**What this task involves:**
Among the records below, find each line containing the word "state" and copy it.
>>>>>
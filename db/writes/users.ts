import "server-only";
import type { Knex } from "knex";
import { writeAudit } from "@/db/audit";
import { ConflictError, fieldError } from "@/db/errors";
import { newId } from "@/db/ids";
import { toUser, type UserRecord } from "@/db/queries/users";

/** Writes of user accounts. */

type Conn = Knex | Knex.Transaction;

export const EMAIL_TAKEN = "An account with this e-mail address already exists. Sign in instead.";

function isUniqueViolation(e: unknown): boolean {
  return typeof e === "object" && e !== null && "code" in e && String((e as { code: unknown }).code).startsWith("SQLITE_CONSTRAINT_UNIQUE");
}

/**
 * A new account ("user.sign_up"). The caller has normalised the e-mail (lower case) and hashed the
 * password. A taken address (also two sign-ups racing for it: the unique index decides) is a ConflictError on `email`.
 */
export async function signUpUser(conn: Conn, u: { email: string; name: string; passwordHash: string; detail?: Record<string, unknown> }): Promise<UserRecord> {
  try {
    return await conn.transaction(async (trx) => {
      const row = { id: newId(), email: u.email, name: u.name, password_hash: u.passwordHash, created_at: Date.now() };
      await trx("users").insert(row);
      await writeAudit(trx, {
        teamId: null,
        userId: row.id,
        action: "user.sign_up",
        entityType: "user",
        entityId: row.id,
        detail: u.detail,
        at: row.created_at,
      });
      return toUser(row);
    });
  } catch (e) {
    if (isUniqueViolation(e)) throw new ConflictError(EMAIL_TAKEN, fieldError("email", EMAIL_TAKEN));
    throw e;
  }
}
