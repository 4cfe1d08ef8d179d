import "server-only";
import type { Knex } from "knex";
import { writeAudit } from "@/db/audit";
import { ConflictError, fieldError } from "@/db/errors";
import { newId } from "@/db/ids";
import { getEmailVerificationByTokenHash, toUser, type UserRecord } from "@/db/queries/users";

/** Writes of user accounts. */

type Conn = Knex | Knex.Transaction;

export const EMAIL_TAKEN = "An account with this e-mail address already exists. Sign in instead.";

function isUniqueViolation(e: unknown): boolean {
  return typeof e === "object" && e !== null && "code" in e && String((e as { code: unknown }).code).startsWith("SQLITE_CONSTRAINT_UNIQUE");
}

/**
 * A new account ("user.sign_up"). The caller has normalised the e-mail (lower case) and hashed the
 * password. A taken address (also two sign-ups racing for it: the unique index decides) is a ConflictError on `email`.
 */
export async function signUpUser(
  conn: Conn,
  u: { email: string; name: string; passwordHash: string; detail?: Record<string, unknown>; emailVerified?: boolean },
): Promise<UserRecord> {
  try {
    return await conn.transaction(async (trx) => {
      const now = Date.now();
      // Only the demo seeder passes emailVerified (its invented addresses can receive nothing); sign-up never does.
      const row = {
        id: newId(),
        email: u.email,
        name: u.name,
        password_hash: u.passwordHash,
        created_at: now,
        email_verified_at: u.emailVerified ? now : null,
      };
      await trx("users").insert(row);
      await writeAudit(trx, {
        teamId: null,
        userId: row.id,
        action: "user.sign_up",
        entityType: "user",
        entityId: row.id,
        detail: u.detail,
        at: row.created_at,
      });
      return toUser(row);
    });
  } catch (e) {
    if (isUniqueViolation(e)) throw new ConflictError(EMAIL_TAKEN, fieldError("email", EMAIL_TAKEN));
    throw e;
  }
}

/**
 * Store a new e-mail verification link for the user's current address ("user.verification_send"): only the
 * token's hash. Earlier links stay valid until they expire (each proves the same address).
 */
export async function createEmailVerification(
  conn: Conn,
  p: { userId: string; email: string; tokenHash: string; expiresAt: number; now: number },
): Promise<void> {
  await conn.transaction(async (trx) => {
    const id = newId();
    await trx("email_verifications").insert({
      id,
      user_id: p.userId,
      email: p.email,
      token_hash: p.tokenHash,
      created_at: p.now,
      expires_at: p.expiresAt,
      used_at: null,
    });
    await writeAudit(trx, { teamId: null, userId: p.userId, action: "user.verification_send", entityType: "user", entityId: p.userId, at: p.now });
  });
}

export type VerifyEmailResult =
  | { status: "verified"; userId: string; email: string }
  | { status: "used"; userId: string; email: string }
  | { status: "expired"; userId: string }
  | { status: "invalid" };

/**
 * Use a verification link ("user.verify_email"): marks it used and the account's address verified, in one
 * transaction. A link used before, expired, unknown, or made for an address the account no longer has changes nothing.
 */
export async function verifyEmail(conn: Conn, p: { tokenHash: string; now: number }): Promise<VerifyEmailResult> {
  return conn.transaction(async (trx) => {
    const v = await getEmailVerificationByTokenHash(trx, p.tokenHash);
    if (!v) return { status: "invalid" };
    const user: { email: string } | undefined = await trx("users").where({ id: v.userId }).first("email");
    if (!user || user.email !== v.email) return { status: "invalid" };
    if (v.usedAt !== null) return { status: "used", userId: v.userId, email: v.email };
    if (v.expiresAt <= p.now) return { status: "expired", userId: v.userId };
    const n = await trx("email_verifications").where({ id: v.id }).whereNull("used_at").update({ used_at: p.now });
    if (n !== 1) return { status: "used", userId: v.userId, email: v.email };
    await trx("users").where({ id: v.userId }).whereNull("email_verified_at").update({ email_verified_at: p.now });
    await writeAudit(trx, { teamId: null, userId: v.userId, action: "user.verify_email", entityType: "user", entityId: v.userId, at: p.now });
    return { status: "verified", userId: v.userId, email: v.email };
  });
}
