import "server-only";
import type { Knex } from "knex";
import type { Role } from "@/lib/access";
import { writeAudit } from "@/db/audit";
import { ConflictError, NotFoundError, fieldError } from "@/db/errors";
import { newId } from "@/db/ids";
import { inviteStatus, toInvite, type Invite, type InviteRow } from "@/db/queries/invites";
import { countOwners, getMember, getTeam, type Member, type Team } from "@/db/queries/teams";

/**
 * Every write of the team aggregate: the team, its memberships and its invites. Each function is one
 * transaction that checks the rules that depend on stored data (the last owner, an invite's state,
 * an existing membership) and writes its audit row; on any error nothing is stored.
 */

type Conn = Knex | Knex.Transaction;

export const LAST_OWNER = "A team needs at least one owner. Make another member an owner first.";
const LAST_OWNER_LEAVING = "You are the team's last owner: make another member an owner before you leave.";
const INVITE_USED = "This invite has already been used. Ask the team's owner for a new one if you still need access.";

async function insertMembership(trx: Knex.Transaction, m: { teamId: string; userId: string; role: Role; now?: number }): Promise<void> {
  await trx("memberships").insert({ team_id: m.teamId, user_id: m.userId, role: m.role, created_at: m.now ?? Date.now() });
}

// ---------------------------------------------------------------------------------------------
// Team

/** A team with its creator as owner and a "team.create" audit row. */
export async function createTeam(conn: Conn, p: { name: string; ownerId: string; isDemo?: boolean; detail?: Record<string, unknown> }): Promise<Team> {
  return conn.transaction(async (trx) => {
    const now = Date.now();
    const team: Team = { id: newId(), name: p.name, isDemo: !!p.isDemo, createdAt: now };
    await trx("teams").insert({ id: team.id, name: team.name, is_demo: team.isDemo ? 1 : 0, created_by: p.ownerId, created_at: now });
    await insertMembership(trx, { teamId: team.id, userId: p.ownerId, role: "owner", now });
    await writeAudit(trx, {
      teamId: team.id,
      userId: p.ownerId,
      action: "team.create",
      entityType: "team",
      entityId: team.id,
      detail: { name: team.name, ...p.detail },
      at: now,
    });
    return team;
  });
}

export async function renameTeam(conn: Conn, p: { teamId: string; userId: string; name: string }): Promise<Team> {
  return conn.transaction(async (trx) => {
    const before = await getTeam(trx, p.teamId);
    if (!before) throw new NotFoundError("Team");
    await trx("teams").where({ id: p.teamId }).update({ name: p.name });
    await writeAudit(trx, {
      teamId: p.teamId,
      userId: p.userId,
      action: "team.rename",
      entityType: "team",
      entityId: p.teamId,
      detail: { from: before.name, to: p.name },
    });
    return { ...before, name: p.name };
  });
}

// ---------------------------------------------------------------------------------------------
// Members

/** Add a member directly (the demo seeder; people join through invites): a "member.add" audit row by `actorId`. */
export async function addMember(
  conn: Conn,
  p: { teamId: string; userId: string; role: Role; actorId: string; detail?: Record<string, unknown> },
): Promise<void> {
  await conn.transaction(async (trx) => {
    if (await trx("memberships").where({ team_id: p.teamId, user_id: p.userId }).first("role"))
      throw new ConflictError("This user is already a member of the team.");
    await insertMembership(trx, p);
    await writeAudit(trx, {
      teamId: p.teamId,
      userId: p.actorId,
      action: "member.add",
      entityType: "user",
      entityId: p.userId,
      detail: { role: p.role, ...p.detail },
    });
  });
}

/** Change a member's role; the last owner cannot be demoted. Returns the member (unchanged, and not audited, when the role is the same). */
export async function changeMemberRole(conn: Conn, p: { teamId: string; actorId: string; userId: string; role: Role }): Promise<Member> {
  return conn.transaction(async (trx) => {
    const m = await getMember(trx, p.teamId, p.userId);
    if (!m) throw new NotFoundError("Member");
    if (m.role === p.role) return m;
    if (m.role === "owner" && (await countOwners(trx, p.teamId)) <= 1) throw new ConflictError(LAST_OWNER);
    await trx("memberships").where({ team_id: p.teamId, user_id: p.userId }).update({ role: p.role });
    await writeAudit(trx, {
      teamId: p.teamId,
      userId: p.actorId,
      action: "member.role_change",
      entityType: "user",
      entityId: p.userId,
      detail: { from: m.role, to: p.role },
    });
    return { ...m, role: p.role };
  });
}

/** Remove a member ("member.remove"), or leave when `actorId` is the member ("member.leave"); never the last owner. */
export async function removeMember(conn: Conn, p: { teamId: string; actorId: string; userId: string }): Promise<void> {
  const self = p.actorId === p.userId;
  await conn.transaction(async (trx) => {
    const m = await getMember(trx, p.teamId, p.userId);
    if (!m) throw new NotFoundError("Member");
    if (m.role === "owner" && (await countOwners(trx, p.teamId)) <= 1) throw new ConflictError(self ? LAST_OWNER_LEAVING : LAST_OWNER);
    await trx("memberships").where({ team_id: p.teamId, user_id: p.userId }).delete();
    await writeAudit(trx, {
      teamId: p.teamId,
      userId: p.actorId,
      action: self ? "member.leave" : "member.remove",
      entityType: "user",
      entityId: p.userId,
      detail: { role: m.role, email: m.email },
    });
  });
}

// ---------------------------------------------------------------------------------------------
// Invites (the token is made by the caller; only its hash is stored)

/**
 * A new invite to `email` ("invite.create"). One open invite per address: earlier open ones are revoked.
 * An address that is already a member is a ConflictError on `email`. Returns the invite and its team.
 */
export async function createInvite(
  conn: Conn,
  p: { teamId: string; invitedBy: string; email: string; role: Role; tokenHash: string; expiresAt: number; now?: number },
): Promise<{ invite: Invite; team: Team }> {
  const now = p.now ?? Date.now();
  return conn.transaction(async (trx) => {
    const team = await getTeam(trx, p.teamId);
    if (!team) throw new NotFoundError("Team");
    const member = await trx("memberships as m")
      .join("users as u", "u.id", "m.user_id")
      .where({ "m.team_id": p.teamId, "u.email": p.email })
      .first("m.user_id");
    if (member) {
      const msg = `${p.email} is already a member of this team.`;
      throw new ConflictError(msg, fieldError("email", msg));
    }
    const replaced = await trx("invites")
      .where({ team_id: p.teamId, email: p.email })
      .whereNull("accepted_at")
      .whereNull("revoked_at")
      .update({ revoked_at: now });
    const row: InviteRow & { token_hash: string } = {
      id: newId(),
      team_id: p.teamId,
      email: p.email,
      role: p.role,
      token_hash: p.tokenHash,
      invited_by: p.invitedBy,
      created_at: now,
      expires_at: p.expiresAt,
      accepted_at: null,
      accepted_by: null,
      revoked_at: null,
    };
    await trx("invites").insert(row);
    const invite = toInvite(row);
    await writeAudit(trx, {
      teamId: p.teamId,
      userId: p.invitedBy,
      action: "invite.create",
      entityType: "invite",
      entityId: invite.id,
      detail: { email: invite.email, role: invite.role, replaced },
      at: now,
    });
    return { invite, team };
  });
}

/** Revoke an open (or expired) invite ("invite.revoke"); an accepted or already revoked one is a ConflictError. */
export async function revokeInvite(conn: Conn, p: { teamId: string; userId: string; inviteId: string }): Promise<void> {
  await conn.transaction(async (trx) => {
    const row: InviteRow | undefined = await trx("invites").where({ team_id: p.teamId, id: p.inviteId }).first();
    if (!row) throw new NotFoundError("Invite");
    const invite = toInvite(row);
    const status = inviteStatus(invite);
    if (status === "accepted") throw new ConflictError("This invite was already accepted; remove the member instead.");
    if (status === "revoked") throw new ConflictError("This invite was already revoked.");
    await trx("invites").where({ id: p.inviteId }).whereNull("accepted_at").whereNull("revoked_at").update({ revoked_at: Date.now() });
    await writeAudit(trx, {
      teamId: p.teamId,
      userId: p.userId,
      action: "invite.revoke",
      entityType: "invite",
      entityId: p.inviteId,
      detail: { email: invite.email },
    });
  });
}

/**
 * Accept an invite for `userId` ("invite.accept"): marks it used and adds the membership. The caller has
 * checked the invite's state and address; here an invite used, revoked or expired meanwhile, or a
 * membership that exists already, is a ConflictError.
 */
export async function acceptInvite(conn: Conn, p: { inviteId: string; userId: string }): Promise<{ teamId: string; teamName: string; role: Role }> {
  return conn.transaction(async (trx) => {
    const now = Date.now();
    const row: InviteRow | undefined = await trx("invites").where({ id: p.inviteId }).first();
    if (!row) throw new NotFoundError("Invite");
    const n = await trx("invites")
      .where({ id: p.inviteId })
      .whereNull("accepted_at")
      .whereNull("revoked_at")
      .andWhere("expires_at", ">", now)
      .update({ accepted_at: now, accepted_by: p.userId });
    if (n !== 1) throw new ConflictError(INVITE_USED);
    if (await trx("memberships").where({ team_id: row.team_id, user_id: p.userId }).first("role"))
      throw new ConflictError("You are already a member of this team.");
    await insertMembership(trx, { teamId: row.team_id, userId: p.userId, role: row.role, now });
    // The invite's link was mailed to this address and only that address accepts it: that proves the address,
    // as a verification link would.
    const verified = await trx("users").where({ id: p.userId, email: row.email }).whereNull("email_verified_at").update({ email_verified_at: now });
    await writeAudit(trx, {
      teamId: row.team_id,
      userId: p.userId,
      action: "invite.accept",
      entityType: "invite",
      entityId: p.inviteId,
      detail: { role: row.role, ...(verified ? { emailVerified: true } : {}) },
      at: now,
    });
    const team = await getTeam(trx, row.team_id);
    return { teamId: row.team_id, teamName: team?.name ?? "", role: row.role };
  });
}
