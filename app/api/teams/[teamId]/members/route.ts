import { db } from "@/db/client";
import { listMembers } from "@/db/queries/teams";
import { requireTeamRole } from "@/lib/access";
import { apiRoute } from "@/lib/api";

export const GET = apiRoute<{ teamId: string }>(async (_req, { teamId }) => {
  const a = await requireTeamRole(teamId, "viewer");
  const members = await listMembers(db, teamId);
  return Response.json({ members, you: { userId: a.user.id, role: a.role } });
});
<<<<<
**Exercise answer:**
 * transaction that checks the rules that depend on stored data (the last owner, an invite's state,
 * checked the invite's state and address; here an invite used, revoked or expired meanwhile, or a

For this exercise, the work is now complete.